In September 1993, when the final stretch of the light rail opened, midday service was restored, as the route underwent even more changes, replacing the then-eliminated Route 230. It was modified to serve BWI Airport and the BWI business area and hotel district. The portion along Hammonds Ferry Road in Linthicum was provided on a new Route 12. Rush hour service operated to Lake Shore Plaza, and midday service only as far as the Cromwell light rail stop.

==Combining with Route 12 and cuts==
In 1996, Route 17 faced its biggest cuts ever. All service between BWI Airport and Lake Shore Plaza was eliminated, as MTA would no longer serve some of these communities. Service to Pinewood Village was replaced with a new limited branch of Route 14, and service on Mountain Road was no longer provided.

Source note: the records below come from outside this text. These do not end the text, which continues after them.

def test_summary_carries_every_caution_of_the_run(tmp_path):
    from simulator.account.cautions import GENERAL, RULES_CAUTION
    from simulator.account.outputs import summary

    pumps = summary(run("scenarios/river_pumps.toml", replicates=40))
    assert len(pumps["cautions"]) == 2
    assert "hazard to people" in pumps["cautions"][0] and pumps["cautions"][1] == GENERAL
    demo = summary(run("scenarios/line_marking.toml", replicates=40))
    assert demo["cautions"] == [GENERAL]  # no hazard: the general caution only
    assert "events_without_action" not in demo
    rules = summary(run("scenarios/line_marking_rules.toml", replicates=20))
    assert rules["cautions"] == [GENERAL, RULES_CAUTION]


def test_flood_days_without_pumps_are_counted_per_season_at_the_recommended_cutoff():
    result = run("scenarios/river_pumps.toml", replicates=300)
    from simulator.account.outputs import summary

    s = summary(result)
    missed = s["events_without_action"]
    assert missed["cutoff"] == s["recommended_cutoff"]
    assert missed["p05"] <= missed["mean"] <= missed["p95"]
    # the replicates replay the history, so their mean is close to the history's own rate: misses
    # per evaluated day at that cutoff times the days of a season (counted here independently)
    h = result.history
    p, event = h.p[h.evaluated], h.event[h.evaluated]
    per_day = np.sum(event & (p < missed["cutoff"] - 1e-12)) / p.size
    assert missed["mean"] == pytest.approx(per_day * s["season_occasions"], rel=0.35)


def test_hazard_headline_and_report_tiles_give_the_occasions_without_action(tmp_path):
    from typer.testing import CliRunner

    from simulator.cli import app

    result = CliRunner().invoke(app, ["run", "scenarios/river_pumps.toml", "--out", str(tmp_path / "out"),
                                      "--replicates", "60"])
    assert result.exit_code == 0, result.output
    s = json.loads((tmp_path / "out" / "summary.json").read_text())
    missed = s["events_without_action"]
    flat = " ".join(result.stdout.replace("│", " ").split())
    assert f"{missed['mean']:.1f} days a season at {missed['cutoff']:.2f}" in flat
    html = (tmp_path / "out" / "report.html").read_text(encoding="utf-8")
    assert 'id="missed-tile"' in html
    assert f"{missed['mean']:.1f} a season" in html


# ---- many sites: each site's own verdict in sites.csv -----------------------------------------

Other parts of Baltimore-Annapolis Boulevard are within a close walk of various light rail stops. Route 17 line was also combined with Route 12 line and extended to Parkway Center, thereby providing all this service on a single route.

==Extension to Arundel Mills==
In 2001, with the opening of Arundel Mills mall in Hanover, Maryland, Route 17 was extended to this area. All trips to Parkway Center were routed via Arundel Mills, and all trips terminating at BWI Airport were extended there. In addition, Sunday service was added to serve the mall.

==Threat of total elimination==
In 2005, as part of the Greater Baltimore Bus Initiative, MTA proposed to eliminate Route 17, except for a few trips between downtown Baltimore and BWI Airport when the light rail was not operating. Under this plan, riders between the airport and Arundel Mills were instructed to use Howard County Transit's Red Express Route, which operates along nearly the same route in this area, and all other riders in Anne Arundel County would lose service. MTA stated that the underperforming route required a heavy taxpayer subsidy.

The plan resulted in a public outcry from riders, businesses along the route, and community activists. One of the major complaints was that many non-English-speaking riders along the route who worked within the BWI hotel district would lose service and not even know it.

In 2006, MTA revised its plan for Route 17. Under the new routing plan, the line would continue to operate full-time, but from the Patapsco Light Rail Stop to Arundel Mills only, with service provided every 30 minutes during rush hour, and every 90 minutes at other times. Some of the deviations along the route where duplicate service is provided (such as to BWI Amtrak) would be eliminated or modified. Only riders west of Arundel Mills to Parkway Center would lose service.

In 2007, GBBI was canceled, and plans to eliminate or reduce service on this line were not made.

In 2009, branches to Airport 100 Business Park and SECU were eliminated.

In 2017, Route 17 became LocalLink Route 75 under BaltimoreLink.